First, anywhere that gets snow (all of Utah gets snow at some point or another) will have a really rough time with dirt roads if they aren't seasonal - say something in a recreation area. Commercial or large trucks + dirt road + snow/rain typically equals a road that quickly become rutted out and undrivable. Accordingly, it's often cheaper to pave and maintain a small two lane road than constantly regrade it and fix parts that are washed out, rutted out, etc. Road maintenance on those types of roads is typically pretty minimal - they go out once every couple years and seal cracks and fill potholes but otherwise not much happens. Since they are low traffic roads, they aren't experiencing the wear and tear something like a freeway or highway sees. As far as I know, most of these are county or state roads and that is who does the maintenance.

So why do all these roads exist? I'm going to disregard the ones that lead from city to city as that reason is obvious. The simple answer for those more "road to nowhere" scenarios is that for some reason, at some time in the past, someone needed a road to that location. Take a look at 40.128062897005876, -109.14429149524771. This is a barren out in the middle of nowhere section of Eastern Utah/Western Colorado. If you look at the road map, there is a single V shaped highway in the area. If you go to satellite and zoom in, you'll see there are TONS of small paved (and unpaved) roads all over the place. In that particular area, there was a lot of natural gas development so many/most of those roads were made by extraction companies creating access to drilling sites. If you haven't driven far off the highway in any of these types of areas, you'd be absolutely shocked how far out in the middle of nowhere some of these industry sites are. I recall driving almost three hours off a state highway to a rock hounding location and seeing a very large production building of some sort in the distance. There are mining and oil operations all over the SW and that's what most of the roads service.

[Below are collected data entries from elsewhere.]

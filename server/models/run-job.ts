import { DataTypes, type Model, type ModelStatic, type Sequelize } from 'sequelize';
import type { JobStatus } from '../../shared/schemas/runs';

/**
 * One solver entry of a run, processed as one queue job. `generation` grows on every retry (the
 * queue job id carries it, so a stale queue entry is recognised); `attempt` grows every time a
 * worker claims the job, and the result is written only by the claim that still holds it
 * (UPDATE … WHERE status = 'running' AND attempt = mine).
 */
export interface RunJobRow {
  id: number;
  runId: number;
  organisationId: number;
  position: number;
  solver: string;
  /** JSON of the settings as given (validated by the solver's parseSettings at creation). */
  settings: string;
  status: JobStatus;
  generation: number;
  attempt: number;
  progress: number;
  /** JSON of the latest JobProgress (iteration, best value, energy ± error). */
  live: string | null;
  worker: string | null;
  queuedAt: Date | null;
  startedAt: Date | null;
  finishedAt: Date | null;
  /** JSON of the checked RunResult (value, assignment, bound, gap, trace, samples …). */
  result: string | null;
  /** The result's value, feasibility and proof as columns (services/runs/answer-columns.ts); null without a result. */
  answerValue: number | null;
  answerFeasible: boolean | null;
  answerProven: boolean | null;
  error: string | null;
  createdAt: Date;
  updatedAt: Date;
}

export type RunJobModel = ModelStatic<Model<RunJobRow, Partial<RunJobRow>>>;

export function defineRunJob(db: Sequelize): RunJobModel {
  return db.define(
    'RunJob',
    {
      id: { type: DataTypes.INTEGER.UNSIGNED, autoIncrement: true, primaryKey: true },
      runId: { type: DataTypes.INTEGER.UNSIGNED, allowNull: false },
      organisationId: { type: DataTypes.INTEGER.UNSIGNED, allowNull: false },
      position: { type: DataTypes.INTEGER.UNSIGNED, allowNull: false },
      solver: { type: DataTypes.STRING(40), allowNull: false },
      settings: { type: DataTypes.TEXT, allowNull: false },
      status: { type: DataTypes.STRING(16), allowNull: false },
      generation: { type: DataTypes.INTEGER.UNSIGNED, allowNull: false, defaultValue: 0 },
      attempt: { type: DataTypes.INTEGER.UNSIGNED, allowNull: false, defaultValue: 0 },
      progress: { type: DataTypes.DOUBLE, allowNull: false, defaultValue: 0 },
      live: { type: DataTypes.TEXT, allowNull: true },
      worker: { type: DataTypes.STRING(120), allowNull: true },
      queuedAt: { type: DataTypes.DATE, allowNull: true },
      startedAt: { type: DataTypes.DATE, allowNull: true },
      finishedAt: { type: DataTypes.DATE, allowNull: true },
      result: { type: DataTypes.TEXT('long'), allowNull: true },
      answerValue: { type: DataTypes.DOUBLE, allowNull: true },
      answerFeasible: { type: DataTypes.BOOLEAN, allowNull: true },
      answerProven: { type: DataTypes.BOOLEAN, allowNull: true },
      error: { type: DataTypes.TEXT, allowNull: true },
    },
    { tableName: 'run_jobs', underscored: true },
  ) as RunJobModel;
}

In the end, it's almost always about accessing economic sites - it's not like the state decided to build random roads all over the place. Instead, at some point, someone needs/wanted a road to a certain area (often way off the beaten path) and it was built. Sometimes they are built privately and turned over to the state/county once the private lease on the land expires and goes back to them, sometimes the state/county subsidizes them, sometimes the state/county just builds it if they feel it will be an economic benefit to the area - that I am less knowledgeable about.

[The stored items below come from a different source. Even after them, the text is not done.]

import type { Sequelize } from 'sequelize';
import { defineSession } from './session';
import { defineUser } from './user';
import { defineOrganisation } from './organisation';
import { defineMembership } from './membership';
import { defineInvitation } from './invitation';
import { definePasswordReset } from './password-reset';
import { defineAuditEvent } from './audit-event';
import { defineApiToken } from './api-token';
import { defineNetwork } from './network';
import { defineNetworkVersion } from './network-version';
import { defineRun } from './run';
import { defineRunJob } from './run-job';
import { definePayment } from './payment';
import { defineRunCharge } from './payment-run-charge';
import { defineLedgerEntry } from './ledger-entry';
import { defineSeatGrant } from './ledger-seat-grant';

/** All Sequelize models, defined once per database handle. Tables come from migrations only. */
export function defineModels(db: Sequelize) {
  const Session = defineSession(db);
  const accounts = { User: defineUser(db), Organisation: defineOrganisation(db), Membership: defineMembership(db), Invitation: defineInvitation(db), PasswordReset: definePasswordReset(db), AuditEvent: defineAuditEvent(db), ApiToken: defineApiToken(db) };
  const Network = defineNetwork(db);
  const NetworkVersion = defineNetworkVersion(db);
  const runs = { Run: defineRun(db), RunJob: defineRunJob(db) };
  const billing = { Payment: definePayment(db), RunCharge: defineRunCharge(db), LedgerEntry: defineLedgerEntry(db), SeatGrant: defineSeatGrant(db) };
  return { Session, ...accounts, Network, NetworkVersion, ...runs, ...billing };
}
export type Models = ReturnType<typeof defineModels>;
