import { DataTypes, type Model, type Optional, type Sequelize } from 'sequelize';
import type { Role } from '../../shared/permissions';

export interface MembershipRow {
  id: number;
  organisationId: number;
  userId: number;
  role: Role;
  createdAt: Date;
  updatedAt: Date;
}
export type MembershipModel = Model<MembershipRow, Optional<MembershipRow, 'id' | 'createdAt' | 'updatedAt'>> & MembershipRow;

export function defineMembership(db: Sequelize) {
  return db.define<MembershipModel>(
    'Membership',
    {
      id: { type: DataTypes.INTEGER, autoIncrement: true, primaryKey: true },
      organisationId: { type: DataTypes.INTEGER, allowNull: false },
      userId: { type: DataTypes.INTEGER, allowNull: false },
      role: { type: DataTypes.STRING(16), allowNull: false },
      createdAt: DataTypes.DATE,
      updatedAt: DataTypes.DATE,
    },
    { tableName: 'memberships', underscored: true },
  );
}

The American West is a fascinating place - the amount of space is unimaginable for most people that haven't directly experienced it. That space has a lot of stuff spread out over a vast amount of distance, and that's what the roads serve.
posted by _DB_ at 8:01 AM on May 13, 2021 [20 favorites]


Another important thought in terms of road-spending per capita is that rural roadworks are not very expensive per mile. Urban and suburban roadworks, often involving highly engineered overpasses and bridges, and extremely expensive land condemnation, are going to be orders of magnitude more costly per mile.
posted by MattD at 8:05 AM on May 13, 2021


I have a hard time understanding the premise of your question. The roads are there because there are still people who live out west who need to travel between places. Most of the roads are state or county roads that are generally set up such that there's just one road between X and Y. In a well-populated NE area, you might have 5 different routes between A and B, but out west, you have one option, which will take you 3 hours, and the next best option will take you 5 hours because there are no other roads around that go where you need to go.

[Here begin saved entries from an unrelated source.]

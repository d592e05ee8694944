import { useCallback, useEffect, useMemo, useRef, useState } from 'react';
import { PanResponder, Platform, StyleSheet, View, type GestureResponderEvent, type LayoutChangeEvent } from 'react-native';
import { colors, radius, space } from '../theme';
import { Button } from '../ui/Button';
import { Notice } from '../ui/Notice';
import { Small } from '../ui/Text';
import { NetworkDrawing } from './NetworkDrawing';
import { PromptModal } from './PromptModal';
import { addDepot, addLane, emptySelection, laneEnds, moveDepot, nextDepotId, removeSelected, setLaneWeight, type Draft, type Selection } from './draft';
import type { Projection } from './layout';
import { canvasKeyAction, canvasKeysSentence } from './canvasKeys';
import { depotAt, laneAt } from './hit';
import type { Box } from './labels';
import { parseVolume } from './volume';
import { fitTransform, panBy, pinchTransform, toWorld, zoomAt, type ViewTransform } from './viewport';

const CANVAS_BORDER = 1;

/** Finger-sized hit areas in screen pixels (TOUCH / 2 around a depot). */
const DEPOT_HIT_PX = 22;
const LANE_HIT_PX = 12;
/** Movement below this is a tap, not a drag (px). */
const SLOP_PX = 6;
export type EditorMode = 'lanes' | 'move';

type Gesture =
  | { kind: 'pending'; sx: number; sy: number; depot: number; lane: number; t0: ViewTransform }
  | { kind: 'pan'; t0: ViewTransform }
  | { kind: 'move'; depot: number }
  | { kind: 'connect'; depot: number }
  | { kind: 'pinch'; d0: number; mid0: [number, number]; t0: ViewTransform }
  | { kind: 'none' };

type Prompt = { kind: 'depot'; x: number; y: number } | { kind: 'new-lane'; a: number; b: number } | { kind: 'edit-lane'; lane: number } | null;
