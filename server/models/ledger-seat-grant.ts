import { DataTypes, type Model, type Optional, type Sequelize } from 'sequelize';

/** Seats bought on top of the plan (append-only; purchased seats = SUM(seats)). */
export interface SeatGrantRow {
  id: number;
  organisationId: number;
  seats: number;
  /** UNIQUE: the payment event id that paid for them. */
  sourceKey: string;
  paymentId: number | null;
  createdAt: Date;
}
export type SeatGrantModel = Model<SeatGrantRow, Optional<SeatGrantRow, 'id' | 'paymentId' | 'createdAt'>> & SeatGrantRow;

export function defineSeatGrant(db: Sequelize) {
  return db.define<SeatGrantModel>(
    'SeatGrant',
    {
      id: { type: DataTypes.INTEGER, autoIncrement: true, primaryKey: true },
      organisationId: { type: DataTypes.INTEGER, allowNull: false },
      seats: { type: DataTypes.INTEGER, allowNull: false },
      sourceKey: { type: DataTypes.STRING(191), allowNull: false },
      paymentId: { type: DataTypes.INTEGER, allowNull: true },
      createdAt: DataTypes.DATE,
    },
    { tableName: 'seat_grants', underscored: true, updatedAt: false },
  );
}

Most of the roads out west exist because they connect small towns to one another and to the larger connector roads. There's just not as much population density, so you go longer without seeing people.
posted by hydra77 at 9:09 AM on May 13, 2021 [5 favorites]


State departments of transportations are pretty much highway departments, and what they know how to do is build highways. They use this mechanism to keep their jobs and keep employing others.